Doña Clementina la veía desde el huertecillo. Sus casas estaban pegadas la una a la otra, aunque la de doña Clementina era mucho más grande, y tenía, ade­más, un huerto con un peral y dos ciruelos. Al otro lado del muro se abría la ventanuca tras la cual la niña se sentaba siempre. A veces, doña Clementina levanta­ba los ojos de su costura y la miraba.

_¿Qué haces, niña?

La niña tenía la carita delgada, pálida, entre las fla­cas trenzas de un negro mate.

_Juego con "Pipa" _ decía.

Doña Clementina seguía cosiendo y no volvía a pensar en la niña. Luego, poco a poco, fue escuchando aquel raro parloteo que le llegaba de lo alto a través de las ramas del peral.

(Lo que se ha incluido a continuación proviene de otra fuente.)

def raw_values(spec: FrameSpec, values: Values) -> dict[str, object]:
    """Return raw values (ints, bytes) for every field; the length field is derived.

    Raises ValueRangeError naming a missing, unknown or out-of-range field.
    """
    unknown = [k for k in values if k not in {f.name for f in spec.fields}]
    if unknown:
        import difflib

        close = difflib.get_close_matches(unknown[0], [f.name for f in spec.fields], n=1)
        hint = f" (did you mean '{close[0]}'?)" if close else ""
        raise ValueRangeError(f"unknown field '{unknown[0]}'{hint}; fields: "
                              + ", ".join(f.name for f in spec.fields))
    raw: dict[str, object] = {}
    blob_len: int | None = None
    for f in spec.fields:
        if f.kind == "bytes":
            b = _blob(f, values.get(f.name, b""))
            raw[f.name] = b
            blob_len = len(b)
    for f in spec.fields:
        if f.kind == "bytes":
            continue
        if f.role == "length":
            assert blob_len is not None
            if f.name in values and to_int_or_none(values[f.name]) != blob_len:
                raise ValueRangeError(f"field '{f.name}' is the length field; it is set from the "
                                      f"bytes field ({blob_len}), leave it out")
            raw[f.name] = blob_len
            continue
        if f.name not in values:
            raise ValueRangeError(f"field '{f.name}' has no value (set it or give a default)")
        raw[f.name] = _b.to_raw(f, values[f.name])
    return raw


def to_int_or_none(v: object) -> int | None:
    try:
        return int(v)  # type: ignore[arg-type]
    except (TypeError, ValueError):
        return None


def field_bits(spec: FrameSpec, raw: Mapping[str, object]) -> np.ndarray:
    """On-air bits of the fields section (un-whitened)."""
    parts = []
    for f in spec.fields:
        r = raw[f.name]
        if f.kind == "bytes":
            assert isinstance(r, bytes)
            if r:
                b = np.unpackbits(np.frombuffer(r, dtype=np.uint8))
                if spec.bit_order == "lsb":
                    b = b.reshape(-1, 8)[:, ::-1].ravel()
                parts.append(b)
        else:
            assert isinstance(r, int)
            parts.append(_b.int_to_bits(_b.to_unsigned(r, f.width_bits), f.width_bits,
                                        spec.bit_order, spec.byte_order))
    return np.concatenate(parts) if parts else np.zeros(0, np.uint8)


def check_bits(spec: FrameSpec, fbits: np.ndarray) -> np.ndarray:
    """On-air bits of the check over the covered sections (sync and/or fields)."""
    if spec.check.kind == "none":
        return np.zeros(0, np.uint8)
    covered = []
    if "sync" in spec.check.covers:
        covered.append(sync_bits(spec))
    if "fields" in spec.check.covers:
        covered.append(fbits)
    value = _check(spec).compute(_b.pack_bits(np.concatenate(covered)))
    w = spec.check.width_bits
    return _b.int_to_bits(value, w, spec.bit_order, spec.check.byte_order)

En la ventana, la pequeña de los Mediavilla se pasaba el día hablando, al parecer, con alguien.

_¿Con quién hablas, tú?

_Con “Pipa”.

Doña Clementina, día a día, se llenó de una curiosidad leve, tierna, por la niña y por “Pipa”. Doña Clementina estaba casada con don Leoncio, el médico. Don Leoncio era  un hombre adusto y dado al vino que se pasaba el día renegando de la aldea y de sus habitantes. No tenían hijo y doña Clementina estaba ya hecha a su soledad. En un principio, apenas pensaba en aquella criatura también solitaria, que se sentaba al alfeizar de la ventana. Por piedad la miraba de cuando en  cuando y se aseguraba de que nada malo le ocurría. La mujer  Mediavilla se lo pidió:

_Doña Clementina, ya que usted cose en el huerto por las tardes, ¿querrá echar de cuando en cuando una mirada a la ventana, por si le pasara algo a la niña? Sabe usted, es aún pequeña para llevarla a los pagos ...

__Sí, mujer, nada me cuesta. Marcha sin cuidado ...

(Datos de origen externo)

def calibrate(spec: FrameSpec, train: PulseTrain, *, seed: int = 0,
              settle_us: float | None = None) -> Calibration:
    """Return the link's impairments measured from ``train``, a capture holding frames of
    ``spec``; ``seed`` seeds the bootstrap intervals. ``settle_us``: the ideal time from
    each frame's start whose edges are matched but left out of the fits and the figures
    (default: the preamble, over which a receiver's data slicer settles; 0: every edge).
    ``CaptureError`` when no frame with a passing check is found (nothing to measure
    against)."""
    require_spec(spec, "spec")
    require_train(train, "train")
    require_int(seed, "seed")
    plan = compile_plan(spec)
    if settle_us is None:
        settle_us = preamble_us(plan)
    elif not (isinstance(settle_us, int | float) and 0 <= settle_us < 1e12):
        raise ValueRangeError(f"settle_us: must be a number >= 0, got {settle_us!r}")
    rng = np.random.default_rng(seed)
    frames = decode(spec, train, include_bad=True)
    good = [f for f in frames if f.crc_ok]
    n_bad = len(frames) - len(good)
    if not good:
        raise CaptureError(
            f"no frame of {spec.name} with a passing check in the capture ({n_bad} failed "
            "their check): nothing to calibrate against; check the spec and the capture")
    cap = CaptureEdges.of(train)
    fits = fit_frames(plan, cap, [f.fields for f in good], np.array([f.start_us for f in good]),
                      np.array([f.unit_us for f in good]), settle_us=settle_us)
    n_ok = int(fits.ok.sum())
    if n_ok == 0:
        raise CaptureError(f"{len(good)} frame(s) decoded but none had {12} edges matching "
                           "the re-encoded frame: nothing to calibrate against")
    out = _Collect()
    warn = out.warnings
    if n_ok < FEW_FRAMES:
        warn.append(f"only {n_ok} frame(s) fitted: intervals over frames rest on few frames "
                    "and may be wide or missing; record 30 or more transmissions")
    if n_bad:
        warn.append(f"{n_bad} frame(s) failed their check and were not used (they may carry "
                    "lost marks or heavy interference the estimates do not see)")
    if fits.outliers > 0.005 * max(int(fits.used.sum()), 1):
        warn.append(f"{fits.outliers} matched edges lay more than {6} robust sigmas off their "
                    "fit and were left out of the jitter (interference or a poor capture?)")
    merged = merge_runs(train.levels, train.durations_us)
    resolution = est.capture_resolution_us(merged.durations_us)

    out.add(est.mean_t("mark_bias_us", _mark_errors(fits, cap), "marks", "us",
                       "captured mark length - fitted ideal length"))
    out.add(_settling_bias(fits, cap, settle_us))
    quant = est.quantisation(_equal_pulse_diffs(fits, cap, plan.unit_us), resolution,
                             fits.sigma_us)
    out.add(quant)
    step = quant.value if isinstance(quant, Estimate) else 0.0
    jit = est.jitter(fits.residual_us[fits.used], fits.dof, float(step), rng)
    for e in (jit.value, jit.shape, jit.sigma):
        out.add(e)
    if isinstance(jit.shape, Estimate) and jit.shape.note:
        warn.append(f"jitter shape: {jit.shape.note}")
    for e in _clock(fits, good, plan.repeats, plan.gap_us, plan.unit_us, warn):
        out.add(e)
    for e in _glitches(fits, cap):
        out.add(e)
    for e in _idle(fits, frames, good, cap, merged.total_us, plan.unit_us, float(step),
                   rng, warn):
        out.add(e)
    out.blind(est.Blind("dropout_prob", "a lost mark breaks the frame's check and calibrate "
                        f"uses only frames that pass it ({n_bad} failed); compare the "
                        "transmissions sent with the frames decoded to measure it"))
    channel = _channel(out, jit)
    counts = (("frames_decoded", len(frames)), ("frames_bad_check", n_bad),
              ("frames_fitted", n_ok), ("edges_matched", int(fits.used.sum())),
              ("edges_outliers", fits.outliers),
              ("ideal_edges_unmatched", int(np.sum((fits.match < 0) & fits.ok[fits.ideal.frame]))),
              ("capture_ms", round(merged.total_us / 1000.0, 6)),
              ("settle_us", round(float(settle_us), 6)),
              ("capture_resolution_us", resolution))
    return Calibration(channel, tuple(out.estimates), tuple(out.unknown), tuple(warn), counts)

Luego, poco a poco, la niña de los Mediavilla y su charloteo ininteligible, allá arriba, fueron metiéndose pecho adentro.

_Cuando acaben con las tareas del campo y la niña vuelva a jugar en la calle, la echaré a faltar _ se decía.

Un día, por fin, se enteró de quién era "Pipa".

 _La muñeca _ explicó la niña.

_Enséñamela ...

La niña levantó en su mano terrosa un objeto que doña Clementina no podía ver claramente.

_No la veo, hija. Échamela.

La niña vaciló.

_Pero luego, ¿me la devolverá?

_Claro está.

La niña le echó a “Pipá” y doña Clementina cuando la tuvo en sus manos, se quedó pensativa. “Pipá” era simplemente una ramita seca envuelta en un trozo de percal sujeto con un cordel. Le dio la vuelta entre los dedos y miró con cierta tristeza hacia la ventana. La niña la observaba con ojos impacientes y extendía las dos manos.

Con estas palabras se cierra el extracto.